• Saved data entries:
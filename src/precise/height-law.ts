/**
 * The law of one coordinate of a beta-distributed point, density c (1-h^2)^(beta-1) on [-1, 1], at the
 * heights h = tanh s: the tail 1 - F(h) and powers of 1 - h^2 = sech^2 s.
 *
 * Notation: beta = b' + 1, w = 1 - h^2, A = c/(2 beta).
 */
import {
  type Arithmetic,
  exp,
  type Float,
  ln,
  multiply,
  pi,
  power,
  shift,
  toFixed,
  toFloat,
} from './arithmetic.ts';
import type { Fraction } from './fraction.ts';
import { logGammaIn } from './log-gamma.ts';
import { sumPowerSeries } from './power-series.ts';

/** The law at one height h >= 0. */
export interface HeightPoint {
  /** w^beta. */
  readonly weight: Float;
  /** The tail 1 - F(h) = F(-h), at most 1/2. */
  readonly tail: () => Float;
}

/** The law of one coordinate. */
export interface HeightLaw {
  /** ln c. */
  readonly logDensity: bigint;
  /** ln A. */
  readonly logMean: bigint;
  /** The law at h = tanh s, for e^-s given as a float at most 1. */
  at(decay: Float): HeightPoint;
}

/** The law with the exponent beta - 1, for a positive fraction beta. */
export function heightLawIn(context: Arithmetic, beta: Fraction): HeightLaw {
  const { bits, one, ln2 } = context;
  const { numerator, denominator } = beta;
  const scale = BigInt(bits);
  const half = { numerator: 2n * numerator + denominator, denominator: 2n * denominator };
  const logGamma = logGammaIn(context);
  const logOfBeta = ln(context, toFloat(bits, numerator)) - ln(context, toFloat(bits, denominator));
  // c = Gamma(beta + 1/2) / (sqrt(pi) Gamma(beta))
  const logDensity =
    logGamma(half) - logGamma(beta) - (ln(context, toFloat(bits, pi(bits), -bits)) >> 1n);
  const logMean = logDensity - logOfBeta - ln2;
  const density = exp(context, logDensity);
  const mean = exp(context, logMean);

  /** Sum of (beta + 1/2)_k / (3/2)_k (h^2)^k: the integral of the density from 0 over c h w^beta. */
  const nearCentre = (square: bigint): bigint =>
    sumPowerSeries(
      context,
      square,
      (k) => half.numerator + (k - 1n) * half.denominator,
      (k) => half.denominator * k + denominator,
    );

  /** Sum of (1/2)_k / k! beta / (beta + k) w^k: the tail over A w^beta. */
  const nearEnd = (w: bigint): bigint =>
    sumPowerSeries(
      context,
      w,
      (k) => (2n * k - 1n) * (numerator + (k - 1n) * denominator),
      (k) => 2n * k * (numerator + k * denominator),
    );

  return {
    logDensity,
    logMean,
    at(decay: Float): HeightPoint {
      const decayed = multiply(context, decay, decay);
      const sumOfOnes = one + toFixed(context, decayed);
      // sech s = 2 e^-s / (1 + e^-2s)
      const sech = toFloat(bits, (decay.mantissa << (scale + 1n)) / sumOfOnes, decay.exponent);
      const weight = powerOf(context, sech, 2n * numerator, denominator);
      const tail = (): Float => {
        const w = toFixed(context, multiply(context, sech, sech));
        if (2n * w <= one) {
          return multiply(
            context,
            multiply(context, mean, weight),
            toFloat(bits, nearEnd(w), -bits),
          );
        }
        const h = ((2n * one - sumOfOnes) << scale) / sumOfOnes;
        const inner = (nearCentre((h * h) >> scale) * h) >> scale;
        const scaled = multiply(context, density, weight);
        return toFloat(bits, (one >> 1n) - ((toFixed(context, scaled) * inner) >> scale), -bits);
      };
      return { weight, tail };
    },
  };
}

/** x^(p/q): repeated squaring where it is a whole power, logarithms otherwise. */
function powerOf(context: Arithmetic, x: Float, p: bigint, q: bigint): Float {
  if (p % q === 0n) return power(context, x, Number(p / q));
  return exp(context, (ln(context, x) * p) / q);
}

/** 1 - x for a float below 1. */
export function oneMinus({ bits, one }: Arithmetic, x: Float): Float {
  return toFloat(bits, one - shift(x.mantissa, x.exponent + bits), -bits);
}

• REQUIREMENT:
Copy each line of the data above exactly as it appears.

• REPLY TO THE TASK:
filename src/precise/height-law.ts
/**
 * The law of one coordinate of a beta-distributed point, density c (1-h^2)^(beta-1) on [-1, 1], at the
 * heights h = tanh s: the tail 1 - F(h) and powers of 1 - h^2 = sech^2 s.
 *
 * Notation: beta = b' + 1, w = 1 - h^2, A = c/(2 beta).
 */
import {
  type Arithmetic,
  exp,
  type Float,
  ln,
  multiply,
  pi,
  power,
  shift,
  toFixed,
  toFloat,
} from './arithmetic.ts';
import type { Fraction } from './fraction.ts';
import { logGammaIn } from './log-gamma.ts';
import { sumPowerSeries } from './power-series.ts';

/** The law at one height h >= 0. */
export interface HeightPoint {
  /** w^beta. */
  readonly weight: Float;
  /** The tail 1 - F(h) = F(-h), at most 1/2. */
  readonly tail: () => Float;
}

/** The law of one coordinate. */
export interface HeightLaw {
  /** ln c. */
  readonly logDensity: bigint;
  /** ln A. */
  readonly logMean: bigint;
  /** The law at h = tanh s, for e^-s given as a float at most 1. */
  at(decay: Float): HeightPoint;
}

/** The law with the exponent beta - 1, for a positive fraction beta. */
export function heightLawIn(context: Arithmetic, beta: Fraction): HeightLaw {
  const { bits, one, ln2 } = context;
  const { numerator, denominator } = beta;
  const scale = BigInt(bits);
  const half = { numerator: 2n * numerator + denominator, denominator: 2n * denominator };
  const logGamma = logGammaIn(context);
  const logOfBeta = ln(context, toFloat(bits, numerator)) - ln(context, toFloat(bits, denominator));
  // c = Gamma(beta + 1/2) / (sqrt(pi) Gamma(beta))
  const logDensity =
    logGamma(half) - logGamma(beta) - (ln(context, toFloat(bits, pi(bits), -bits)) >> 1n);
  const logMean = logDensity - logOfBeta - ln2;
  const density = exp(context, logDensity);
  const mean = exp(context, logMean);

  /** Sum of (beta + 1/2)_k / (3/2)_k (h^2)^k: the integral of the density from 0 over c h w^beta. */
  const nearCentre = (square: bigint): bigint =>
    sumPowerSeries(
      context,
      square,
      (k) => half.numerator + (k - 1n) * half.denominator,
      (k) => half.denominator * k + denominator,
    );

  /** Sum of (1/2)_k / k! beta / (beta + k) w^k: the tail over A w^beta. */
  const nearEnd = (w: bigint): bigint =>
    sumPowerSeries(
      context,
      w,
      (k) => (2n * k - 1n) * (numerator + (k - 1n) * denominator),
      (k) => 2n * k * (numerator + k * denominator),
    );

  return {
    logDensity,
    logMean,
    at(decay: Float): HeightPoint {
      const decayed = multiply(context, decay, decay);
      const sumOfOnes = one + toFixed(context, decayed);
      // sech s = 2 e^-s / (1 + e^-2s)
      const sech = toFloat(bits, (decay.mantissa << (scale + 1n)) / sumOfOnes, decay.exponent);
      const weight = powerOf(context, sech, 2n * numerator, denominator);
      const tail = (): Float => {
        const w = toFixed(context, multiply(context, sech, sech));
        if (2n * w <= one) {
          return multiply(
            context,
            multiply(context, mean, weight),
            toFloat(bits, nearEnd(w), -bits),
          );
        }
        const h = ((2n * one - sumOfOnes) << scale) / sumOfOnes;
        const inner = (nearCentre((h * h) >> scale) * h) >> scale;
        const scaled = multiply(context, density, weight);
        return toFloat(bits, (one >> 1n) - ((toFixed(context, scaled) * inner) >> scale), -bits);
      };
      return { weight, tail };
    },
  };
}

/** x^(p/q): repeated squaring where it is a whole power, logarithms otherwise. */
function powerOf(context: Arithmetic, x: Float, p: bigint, q: bigint): Float {
  if (p % q === 0n) return power(context, x, Number(p / q));
  return exp(context, (ln(context, x) * p) / q);
}

/** 1 - x for a float below 1. */
export function oneMinus({ bits, one }: Arithmetic, x: Float): Float {
  return toFloat(bits, one - shift(x.mantissa, x.exponent + bits), -bits);
}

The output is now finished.